I'm a new member from Germany. Please excused my english. I'm sign up here, because I search some information about the Pontevecchio/Sama machines and in Germany they arent very common.

I started my coffee experience with a Gaggia Classic and a Demoka mill. Then I made a upgrade to a Rancilio Silvia and a Eureka Mignon. At least my Setup was a SAB Pratika with a Mahlkönig Vario Home. In this moment for the changeover I use a Pavoni.

Because now I'm looking for a Pontevecchio Lusso 2 gruppi and a Pontevecchio/Sama Export for the daily espresso.

Many Greets from Hamburg

Dennis


----------



## dennishan (Nov 24, 2019)

Now I see the topic introduction. Maybe it's better to switch my introduction there...


----------



## joey24dirt (Jan 28, 2017)

I'm sure it's ok here. Welcome to the forum. Did you say you have a La Pavoni, or you a looking for one?

Sent from my iPhone using Tapatalk


----------



## CoolingFlush (Aug 4, 2019)

Welcome dennishan,

There seems to be a handful of us who own Pontevecchio machines here, although not a lot.
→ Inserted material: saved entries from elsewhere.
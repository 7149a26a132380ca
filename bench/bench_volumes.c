/* bench_volumes.c - wall-clock time and peak memory of the Weil-Petersson volume engine
 * (src/volumes, wpvol_table).
 *
 * Usage:  bench_volumes G N THREADS   one table (all g <= G, n <= N) with THREADS threads
 *         bench_volumes               the standard cases: (50,5), (100,5), (3,500), each with
 *                                     1 and 2 threads, one child process per run
 * One process per run makes the peak RSS (getrusage ru_maxrss, KiB on Linux) belong to that run
 * alone.  The timed region is the wpvol_table call only (allocation of the output excluded).
 * Columns: G, N, threads, wall seconds (CLOCK_MONOTONIC), CPU seconds of the process (user +
 * system, all threads; on a shared machine wall time also measures the other load), peak MiB,
 * primes used by the timed call (wpvol_table_ex with wpvol_table's settings), the estimate of
 * wpvol_estimate (single-core seconds), and a checksum of the table (sum over all entries of
 * num mod p and den mod p for p = 2^61-1) so that runs can be compared.
 */
#define _POSIX_C_SOURCE 200809L
#include <stdio.h>
#include <stdlib.h>
#include <time.h>
#include <sys/resource.h>
#include <sys/types.h>
#include <sys/wait.h>
#include <unistd.h>

#include <flint/fmpz.h>
#include <flint/fmpq.h>

#include "volumes/wpvol.h"

/* Seconds elapsed since t0 on the given clock. */
static double bench_since(clockid_t clk, const struct timespec *t0)
{
    struct timespec t1;

    clock_gettime(clk, &t1);
    return (double) (t1.tv_sec - t0->tv_sec) + 1e-9 * (double) (t1.tv_nsec - t0->tv_nsec);
}

/* Peak resident set size of this process in MiB (Linux reports KiB). */
static double bench_peak_mib(void)
{
    struct rusage ru;

    getrusage(RUSAGE_SELF, &ru);
    return (double) ru.ru_maxrss / 1024.0;
}

/* Checksum of a table: sum of numerators and denominators modulo 2^61 - 1. */
static unsigned long bench_checksum(const fmpq *out, slong nv)
{
    const ulong p = (UWORD(1) << 61) - 1;
    ulong s = 0;
    slong k;

    for (k = 0; k < nv; k++)
    {
        s = (s + fmpz_fdiv_ui(fmpq_numref(out + k), p)) % p;
        s = (s + fmpz_fdiv_ui(fmpq_denref(out + k), p)) % p;
    }
    return s;
}

/* One timed table; prints one line.  Returns 0 on success. */
static int bench_run(slong G, slong N, int threads)
{
    slong nv = (G + 1) * (N + 1), primes = 0;
    fmpq *out = _fmpq_vec_init(nv);
    struct timespec w0, c0;
    double wall, cpu, est_s, est_b;
    int st;

    wpvol_estimate(&est_s, &est_b, G, N);
    clock_gettime(CLOCK_MONOTONIC, &w0);
    clock_gettime(CLOCK_PROCESS_CPUTIME_ID, &c0);
    st = wpvol_table_ex(out, G, N, threads, 62, 1, &primes);   /* = wpvol_table's settings */
    wall = bench_since(CLOCK_MONOTONIC, &w0);
    cpu = bench_since(CLOCK_PROCESS_CPUTIME_ID, &c0);
    printf("%4ld %4ld %2d %9.2f %9.2f %8.1f %6ld %9.1f %20lu%s\n", G, N, threads, wall, cpu,
           bench_peak_mib(), primes, est_s, bench_checksum(out, nv),
           st == WPVOL_OK ? "" : "  (error)");
    fflush(stdout);
    _fmpq_vec_clear(out, nv);
    flint_cleanup_master();
    return st != WPVOL_OK;
}

/* Runs one case in a child process so that its peak memory is its own.  Returns 0 on success. */
static int bench_child(slong G, slong N, int threads)
{
    pid_t pid = fork();
    int status = 0;

    if (pid < 0)
        return bench_run(G, N, threads);   /* no fork: run here (peak RSS then cumulative) */
    if (pid == 0)
        _exit(bench_run(G, N, threads));
    if (waitpid(pid, &status, 0) < 0)
        return 1;
    return !(WIFEXITED(status) && WEXITSTATUS(status) == 0);
}

int main(int argc, char **argv)
{
    static const slong cases[3][2] = { { 50, 5 }, { 100, 5 }, { 3, 500 } };
    int c, t, bad = 0;

    printf("   G    N th   wall(s)    cpu(s) peak(MiB) primes   est(s)             checksum\n");
    fflush(stdout);
    if (argc == 4)
        return bench_child(atol(argv[1]), atol(argv[2]), atoi(argv[3]));
    if (argc != 1)
    {
        fprintf(stderr, "usage: %s [G N THREADS]\n", argv[0]);
        return 2;
    }
    for (c = 0; c < 3; c++)
        for (t = 1; t <= 2; t++)
            bad |= bench_child(cases[c][0], cases[c][1], t);
    return bad;
}
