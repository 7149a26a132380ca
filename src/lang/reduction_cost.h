/* Predicted running time of the pushforward reduction and the correlator
   table, from their size estimates, checked against --max-seconds before
   any work (the volume engine and series operations have their own). */
#ifndef PSIKAPPA_REDUCTION_COST_H
#define PSIKAPPA_REDUCTION_COST_H

#include "interp.h"

/* Seconds for `entries` correlator table entries and `terms` reduction terms. */
double reduction_seconds(double entries, double terms);

/* 1 when the prediction is within --max-seconds, else reports at `where`
   (naming the estimate and the option) and returns 0. */
int reduction_seconds_ok(interp *I, const node *where, double entries, double terms);

#endif
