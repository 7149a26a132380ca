/* Arithmetic of values (eval_arith.c), called by eval_expr for its operator nodes. */
#ifndef PSIKAPPA_EVAL_ARITH_H
#define PSIKAPPA_EVAL_ARITH_H

#include "interp.h"

value *eval_neg(interp *I, scope *s, const node *n);
/* + - * / ^ of two operands. */
value *eval_binop(interp *I, scope *s, const node *n);
/* == != < <= > >=: 1 or 0. */
value *eval_compare(interp *I, scope *s, const node *n);
/* a op b (op = n->op) of two numbers, or of numbers and classes (sum_{} and prod_{} too). */
value *eval_arith_num(interp *I, const node *n, const value *a, const value *b);
value *eval_arith_class(interp *I, const node *n, const value *a, const value *b);
value *eval_factorial(interp *I, scope *s, const node *n);
/* Reports msg at n and returns NULL (eval.c). */
value *eval_fail(const node *n, const char *msg);

#endif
I have a two group Lusso, which I like a lot, and would be happy to answer any questions about it. It is a very simple machine!

It looks like you have a nice setup at the moment - the SAB Pratika is not a machine I have seen before, how do you rate it?


----------



## 7493 (May 29, 2014)

Welcome dennishan, I'm sure you will find much to interest you here. What style of coffee do you like?
When you have a few more posts you will be able to access our members "For Sale" section. Unfortunately you have missed a lovely two group Pontevecchio which was advertised recently.


----------



## dennishan (Nov 24, 2019)

In this moment i use a Pavoni. The SAB Pratika is a nice HX machine. Only standart parts and easy to maintain. I think now they sell them as ACM Pratika.

I drink only espresso and Cappuccino. With espresso I try always new beans. My favored roaster from Hamburg is Quijote.


----------